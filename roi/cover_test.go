package roi

import (
	"math/rand/v2"
	"slices"
	"testing"
)

// TestCoverAgainstList checks a Cover (fractions of 1 implied, the others
// kept) and unionCover against the same voxels held as plain lists.
func TestCoverAgainstList(t *testing.T) {
	rng := rand.New(rand.NewPCG(3, 5))
	random := func(n int) ([]int32, []float32) {
		var idx []int32
		var fr []float32
		for i := 0; i < n; i++ {
			if rng.IntN(3) == 0 {
				continue
			}
			f := float32(1)
			if rng.IntN(3) == 0 {
				f = float32(1+rng.IntN(99)) / 100
			}
			idx, fr = append(idx, int32(i)), append(fr, f)
		}
		return idx, fr
	}
	build := func(idx []int32, fr []float32) *Cover {
		c := &Cover{}
		for q, n := range idx {
			c.add(n, fr[q])
		}
		return c
	}
	for trial := 0; trial < 200; trial++ {
		n := rng.IntN(200) // 0 gives an empty cover
		ia, fa := random(n)
		ib, fb := random(n)
		a, b := build(ia, fa), build(ib, fb)
		var gi []int32
		var gf []float32
		for p, f := range a.All() {
			gi, gf = append(gi, p), append(gf, f)
		}
		if !slices.Equal(gi, ia) || !slices.Equal(gf, fa) || a.Len() != len(ia) {
			t.Fatalf("All gives %v %v (Len %d), want %v %v", gi, gf, a.Len(), ia, fa)
		}
		want := map[int32]float32{}
		for q, p := range ia {
			want[p] = fa[q]
		}
		for q, p := range ib {
			want[p] = max(want[p], fb[q])
		}
		u := unionCover(a, b)
		keys := make([]int32, 0, len(want))
		for p := range want {
			keys = append(keys, p)
		}
		slices.Sort(keys)
		gi, gf = gi[:0], gf[:0]
		for p, f := range u.All() {
			gi, gf = append(gi, p), append(gf, f)
		}
		if !slices.Equal(gi, keys) {
			t.Fatalf("union covers %v, want %v", gi, keys)
		}
		for q, p := range gi {
			if gf[q] != want[p] {
				t.Fatalf("union fraction at %d is %g, want %g", p, gf[q], want[p])
			}
		}
	}
}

▶ _The task_
All of the material above should be reproduced exactly.

▶ _Result below_
filename roi/cover_test.go
package roi

import (
	"math/rand/v2"
	"slices"
	"testing"
)

// TestCoverAgainstList checks a Cover (fractions of 1 implied, the others
// kept) and unionCover against the same voxels held as plain lists.
func TestCoverAgainstList(t *testing.T) {
	rng := rand.New(rand.NewPCG(3, 5))
	random := func(n int) ([]int32, []float32) {
		var idx []int32
		var fr []float32
		for i := 0; i < n; i++ {
			if rng.IntN(3) == 0 {
				continue
			}
			f := float32(1)
			if rng.IntN(3) == 0 {
				f = float32(1+rng.IntN(99)) / 100
			}
			idx, fr = append(idx, int32(i)), append(fr, f)
		}
		return idx, fr
	}
	build := func(idx []int32, fr []float32) *Cover {
		c := &Cover{}
		for q, n := range idx {
			c.add(n, fr[q])
		}
		return c
	}
	for trial := 0; trial < 200; trial++ {
		n := rng.IntN(200) // 0 gives an empty cover
		ia, fa := random(n)
		ib, fb := random(n)
		a, b := build(ia, fa), build(ib, fb)
		var gi []int32
		var gf []float32
		for p, f := range a.All() {
			gi, gf = append(gi, p), append(gf, f)
		}
		if !slices.Equal(gi, ia) || !slices.Equal(gf, fa) || a.Len() != len(ia) {
			t.Fatalf("All gives %v %v (Len %d), want %v %v", gi, gf, a.Len(), ia, fa)
		}
		want := map[int32]float32{}
		for q, p := range ia {
			want[p] = fa[q]
		}
		for q, p := range ib {
			want[p] = max(want[p], fb[q])
		}
		u := unionCover(a, b)
		keys := make([]int32, 0, len(want))
		for p := range want {
			keys = append(keys, p)
		}
		slices.Sort(keys)
		gi, gf = gi[:0], gf[:0]
		for p, f := range u.All() {
			gi, gf = append(gi, p), append(gf, f)
		}
		if !slices.Equal(gi, keys) {
			t.Fatalf("union covers %v, want %v", gi, keys)
		}
		for q, p := range gi {
			if gf[q] != want[p] {
				t.Fatalf("union fraction at %d is %g, want %g", p, gf[q], want[p])
			}
		}
	}
}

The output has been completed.